YouTube - The Police - Every Breath You Take

Sh xx


----------



## Guest (Jun 17, 2009)

bexy1989 said:


> don't think anyone got anyway with out a name


yes Swearer


----------



## Guest (Jun 17, 2009)

rainy said:


> Sally smelly fingers (LMAO)


Opps yes RAiny!!
Sally smelly fingers!!
Maybe you are not quite ready for foo foo yet!


----------



## bexy1989 (May 10, 2009)

rainy said:


> yes Swearer


 at least i didn't eat all the pies :yikes:


----------



## Vixie (Nov 17, 2007)

Georges Mum said:


> JUst to add to nomination thread - "yourgifts ourgifts has kindly offered to give a personalised gift to the winner -Sammy and her family- a photo gift. If i could ask Diane and Mac to pm them - she will assist in the present! Can i say a big thankyou to Yourgifts Our gifts!! Tanja x x x x x


thats so lovely of her, I'm sure Diane&Mac will be delighted  xxx


----------



## Guest (Jun 17, 2009)

Georges Mum said:


> JUst to add to nomination thread - "yourgifts ourgifts has kindly offered to give a personalised gift to the winner -Sammy and her family- a photo gift. If i could ask Diane and Mac to pm them - she will assist in the present! Can i say a big thankyou to Yourgifts Our gifts!! Tanja x x x x x


Awwwww Thanks YGOG xxxxxxx

Bet Josh and Ella would love something with a picture of the puppies on


----------



## crazycrest (Feb 13, 2008)

Georges Mum said:


> JUst to add to nomination thread - "yourgifts ourgifts has kindly offered to give a personalised gift to the winner -Sammy and her family- a photo gift.
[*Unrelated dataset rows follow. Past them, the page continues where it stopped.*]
Mirror symmetry (:func:`symmetry_of`, ``symmetry`` of :func:`mesh_segment`): a keyseat centred on
x = 0, a cavity on the axis and a through cross hole are symmetric about the plane x = 0, and a
feature centred along the segment about the mid-length plane; then the half (x ≥ 0) or the quarter
(also z ≥ length/2) is meshed and each load solved with its mirror conditions (:data:`PARITY`: on a
mirror plane the normal displacement is zero for a symmetric load, the two tangential ones for an
antisymmetric one; one matrix per parity group). The nodal surface stress is completed to the
whole lateral surface by reflection (:func:`mirrored_surface_stresses`), so factors, peak places and
superposed stresses read the whole segment; the end-face load is twice the half face's. The tests
check the half and quarter models against the whole model on the mirrored mesh (equal to 1e-6).
Measured on the demo keyseat end (tests/benchmarks/bench_segment_accuracy.py, d 30 mm, 8 × 4 mm,
fillet 0.6 mm, fineness 0.3; estimates tension / bending x / bending y / torsion): whole segment
40k/68k/123k unknowns, 149 CPU s, 2.3 GB, 35 / 19 / 1.7 / 2.1 %; quarter model 12k/18k/30k, 41 CPU s,
1.1 GB, 10 / 9 / 0.8 / 2.1 %; quarter with ``local`` 1.7: 22k/43k/85k, 108 CPU s, 1.65 GB,
2.1 / 2.7 / 0.9 / 7.3 % (re-measured on the present sizes; on an earlier tree 24k/44k/86k,
1.3 / 1.8 / 0.6 / 1.6 %; the other figures here are from earlier trees, not re-measured);
``local`` 2.0: 31k/60k/121k, 158 CPU s, 2.3 GB, 3.7 / 0.7 / 0.7 / 3.5 %;
``local`` 2.5: 48k/95k/201k, 222 CPU s, 3.0 GB, 2.5 / 1.5 / 0.2 / 3.8 %
(oscillating by 0.5–1 % between meshes: the scatter on the 0.6 mm fillet; DEVELOPERS.md lists the
mesh-quality, sizing and surface-projection variants tried against it). Two readings did
not pay: the stress from the surface's tangential strains with the plane-stress law read 4–6 % low
on the coarse meshes and converged slower; a least-squares fit over a patch of facet values around
the peak node read 2.61–2.37 against the nodes' 2.93 on the 0.6 mm fillet (the patch spans the
fillet's turn), while on the cavity it gave 2.068–2.074 against Goodier's 2.045.

SI throughout. Meshing is done in a scale-free frame (every length divided by d), so a scaled
segment gets the same mesh.
"""
from __future__ import annotations

import math
from dataclasses import dataclass, field

import numpy as np
import scipy.sparse as sp
from skfem import Basis, ElementTetP2, ElementVector, FacetBasis, MeshTet2
from skfem.mapping import MappingIsoparametric

from . import forms
from .errors import InputError, SolveError
from .gmshload import initialize as initialize_gmsh, load_gmsh
from .linalg import solve_spd
from .mesh import boundary_mapping

LOADS = ("tension", "bending_x", "bending_y", "torsion")

#: Elements across the diameter far from the feature at fineness 1 (global size d/ACROSS).
ACROSS = 5.0
#: Elements per full turn of a curved feature surface at fineness 1 (gmsh's curvature sizing).
PER_TURN = 20.0
#: Size where the peak can sit (:func:`peak_zones`): the feature's smallest radius divided by this,
#: at fineness 1 (so two elements per fillet radius on the coarsest mesh of a study, ×1.96).
PER_RADIUS = 4.0
#: Size on the feature's other surfaces (a keyseat's prismatic walls and fillets) over the peak size.
WALL = 2.5
#: Growth of the size away from the feature surfaces (size per unit distance).
GRADE = 0.5
#: Points per direction at which gmsh samples a surface for its distance field.
SAMPLING = 40
#: Finer balls at a profile keyseat's predicted peak places (:func:`peak_points`): None, or (divisor
#: of the peak size inside the ball, ball radius in fillet radii). Inside the ball the size is the
#: peak size / divisor (times ``scale``: similar meshes), growing outside it to the global size over
#: a transition whose length is fixed (the same on every mesh of a study, so the ball's whole size
#: field is scaled with the mesh). Measured: DEVELOPERS.md, "3-D keyseat end at 1 %".
PEAK_BALL = None
#: Make a study's meshes similar in their graded zones as well (False: today's sizing): the growth
#: away from the feature GRADE × scale and the distance fields sampled at SIMILAR_SAMPLING / scale
#: points per direction, so every size of the field is ×scale at the same place. Measured:
#: DEVELOPERS.md, "3-D keyseat end at 1 %".
SIMILAR = False
SIMILAR_SAMPLING = 150
#: Read the factor from the nodal-averaged surface stress (True) or the raw element values (False).
#: Measured on the demo keyseat (fineness 0.3, 25k-67k unknowns): averaged 2.75, 2.70, 2.82 in
#: tension and 2.07, 2.14, 2.18 in torsion against raw 2.91, 3.03, 2.84 and 2.84, 3.10, 2.32.
#: Read at the largest node, not between nodes: the largest value of the quadratic interpolant of the
#: nodal tensors lies 0.3-1.3 % higher, but the interpolant at one fixed point of the peak scatters
#: 1.4 % between the finest meshes of three studies (tests/benchmarks/bench_segment_reading.py,
#: DEVELOPERS.md), and it overshoots on the coarse plain bar (bending about y 1.08-1.13 against 1.02).
RECOVERED = True
#: The refined size holds this many smallest radii away from the feature surfaces, then grows at
#: :data:`GRADE`.
GROW = 1.0
#: A feature must stay this many diameters away from each end face (plain bar at the ends).
END_ZONE = 0.75
#: No peak is read within this many diameters of an end face (the end faces carry the prescribed
#: displacement or traction), each end in its own diameter (:func:`away_from_ends`).
PEAK_END_ZONE = 0.5 * END_ZONE
#: Direct factorisation up to this many unknowns (3-D fill-in is far larger than 2-D: measured
#: with tests/benchmarks/bench_solid.py), AMG + CG above it.
DIRECT_LIMIT = 40_000
#: CG iteration cap (measured: 35 iterations to 1e-10 at 70k unknowns with the rigid-body modes).
MAXITER = 600
#: Reference points on each boundary triangle where the surface stress is read: the corners, the
#: edge midpoints and the centroid.
FACET_POINTS = np.array([[0.0, 1.0, 0.0, 0.5, 0.5, 0.0, 1 / 3],
                         [0.0, 0.0, 1.0, 0.0, 0.5, 0.5, 1 / 3]])


# ----------------------------------------------------------------------------- geometry


@dataclass(frozen=True)
class CrossHole:
    """A transverse hole along the x axis crossing the shaft axis at ``z`` [m]: ``diameter`` [m];
    ``depth`` [m] from the surface at x = +R for a blind hole (ball-ended bottom, so no sharp edge)
    or None for a through hole; a 45° ``chamfer`` [m] (leg length along the hole axis) at each mouth."""

    diameter: float
    z: float
    chamfer: float = 0.0
    depth: float | None = None
    kind = "cross_hole"

    @property
    def small(self) -> float:
        return self.diameter / 2 if self.chamfer == 0 else min(self.diameter / 2, 2 * self.chamfer)

    def span(self) -> tuple[float, float]:
        c = self.diameter / 2 + self.chamfer
        return self.z - c, self.z + c


@dataclass(frozen=True)
class ProfileKeyseat:
    """An end-milled (profile) keyseat on the +y side from ``z0`` to ``z1`` [m] (its rounded ends
    included: end radius = width/2, the cutter's), ``width`` and ``depth`` [m] (depth from the top
    of the shaft, as a keyseat's t1), bottom ``fillet`` [m] (the cutter's corner radius, along the
    walls and round the ends)."""

    width: float
    depth: float
    z0: float
    z1: float
    fillet: float
    kind = "keyseat_end"

    @property
    def small(self) -> float:
        return self.fillet

    def span(self) -> tuple[float, float]:
        return self.z0, self.z1


@dataclass(frozen=True)
class SledKeyseat:
    """A sled-runner keyseat on the +y side cut by a disk cutter of ``cutter_diameter`` [m]: full
    depth from ``z0`` to ``z1`` [m] (the cutter's centre travel), running out along the cutter's
    radius beyond; ``width``, ``depth`` [m] and the cutter's corner ``fillet`` [m]."""

    width: float
    depth: float
    z0: float
    z1: float
    cutter_diameter: float
    fillet: float
    kind = "sled_runner"

    @property
    def small(self) -> float:
        return self.fillet

    def span(self) -> tuple[float, float]:
        rc = self.cutter_diameter / 2
        run = math.sqrt(max(rc**2 - (rc - self.depth) ** 2, 0.0))
        return self.z0 - run, self.z1 + run


@dataclass(frozen=True)
class Cavity:
    """A spherical cavity of ``radius`` [m] centred on the axis at ``z`` [m] (verification)."""

    radius: float
    z: float
    kind = "cavity"

    @property
    def small(self) -> float:
        return self.radius

    def span(self) -> tuple[float, float]:
        return self.z - self.radius, self.z + self.radius


@dataclass(frozen=True)
class Shoulder:
    """A shoulder at ``z`` [m]: the shaft steps from the segment's diameter d (z < ``z``) up to ``D``
    [m] (z > ``z``) through a ``fillet`` [m] of full quarter round, tangent to the small cylinder
    (at z − fillet) and to the shoulder face (the plane z = ``z``)."""

    D: float
    z: float
    fillet: float
    kind = "shoulder"

    @property
    def small(self) -> float:
        return self.fillet

    def span(self) -> tuple[float, float]:
        return self.z - self.fillet, self.z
If i could ask Diane and Mac to pm them - she will assist in the present! Can i say a big thankyou to Yourgifts Our gifts!! Tanja x x x x x


Hat's off to Ash..."yourgiftsourgifts"...your blimmin wonderful x x x


----------



## Badger's Mum (Mar 23, 2009)

rainy said:


> Thanks you guys xx Love and Peace
> 
> Right now the intention is to raise a glass to our Sammy and celebrate the joys of love life and humour just as she did.
> 
> ...


no sorry sammy never did private she never left anyone one out soooooooooo sorry for for Sammy it's got to be everyone?


----------



## candysmum (Jan 18, 2009)

Right guys i must now say good night and find my bed.

see ya all tomorrow Be good now and dont do anything i wouldn't do 

xx


----------



## Guest (Jun 17, 2009)

bexy1989 said:


> don't think anyone got anyway with out a name


No one did im proud of my name to 

kerry-the-blimmin-angel

But if i was bad she called me

kerry-the-badest-girl


----------



## Guest (Jun 17, 2009)

bexy1989 said:


> at least i didn't eat all the pies :yikes:


PMSL


----------



## 3 red dogs (May 17, 2008)

Just wanted to let you all know that Diane and Mac thank you all so very much, and are totally overwhelmed by your posts of support, but as you can imagine, its been a long day for them all so they are going to say there good byes, untill later and say, you all keep the party going, Sammy woulda loved this!
Regards
The Red One (via Mac.)


----------



## hobo99 (Aug 18, 2008)

To Sammy the sweetest and lovelist person thats been on the forum.:smile5:
So So So Pleased its Sammy that won.:smile5:

Cheers To Sammy. suz x x :smile5:


----------



## noushka05 (Mar 28, 2008)

crazycrest said:


> Hat's off to Ash..."yourgiftsourgifts"...your blimmin wonderful x x x


here here!!! xxx


----------



## Guest (Jun 17, 2009)

christine c said:


> no sorry sammy never did private she never left anyone one out soooooooooo sorry for for Sammy it's got to be everyone?


Hello stranger xxx

Everyone is welcome


----------



## bexy1989 (May 10, 2009)

DevilDogz said:


> No one did im proud of my name to
> 
> kerry-the-blimmin-angel
> 
> ...


least your not the swearer :yikes:



rainy said:


> PMSL


haha it still makes me laugh hahaha


----------



## Guest (Jun 17, 2009)

One thing that Sammy seemed to have a knack for!
She brought out the softer side of all of us!

To Sammy !


----------



## Agility Springer (Mar 15, 2009)

YouTube - Janelle-Amazing (song + lyrics)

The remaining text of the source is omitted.